-- EXERCISE DATA follows --

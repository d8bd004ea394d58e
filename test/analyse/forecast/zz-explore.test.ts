import {readFileSync} from 'node:fs';
import {it} from 'vitest';
import {selectEts} from '/work/main/src/analyse/forecast/etsSelect.js';
import {forecastEts} from '/work/main/src/analyse/forecast/etsForecast.js';
const ref = JSON.parse(readFileSync('/work/main/test/reference/ets.json', 'utf8'));
it('explore', () => {
  for (const c of ref.auto) {
    const t0 = performance.now();
    const sel = selectEts(Float64Array.from(c.values), {period: c.frequency})!;
    const dt = performance.now() - t0;
    const fc = forecastEts(sel.best, {h: c.h});
    let em = 0, el = 0;
    fc.mean.forEach((v, i) => (em = Math.max(em, Math.abs(v - c.mean[i]) / Math.abs(c.mean[i]))));
    fc.lower.get(95)!.forEach((v, i) => (el = Math.max(el, Math.abs(v - c.lower95[i]) / Math.abs(c.lower95[i]))));
    console.log(c.name, 'R', c.method, 'ours', sel.best.method, 'aicc', c.aicc.toFixed(4), sel.best.aicc.toFixed(4), 'mean err', em.toExponential(2), 'lo95 err', el.toExponential(2), dt.toFixed(0) + 'ms');
  }
});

-- EXERCISE DATA concluded --

Scan the records for lines that hold "Math", and reproduce each one you find.

RESULT
    fc.mean.forEach((v, i) => (em = Math.max(em, Math.abs(v - c.mean[i]) / Math.abs(c.mean[i]))));
    fc.lower.get(95)!.forEach((v, i) => (el = Math.max(el, Math.abs(v - c.lower95[i]) / Math.abs(c.lower95[i]))));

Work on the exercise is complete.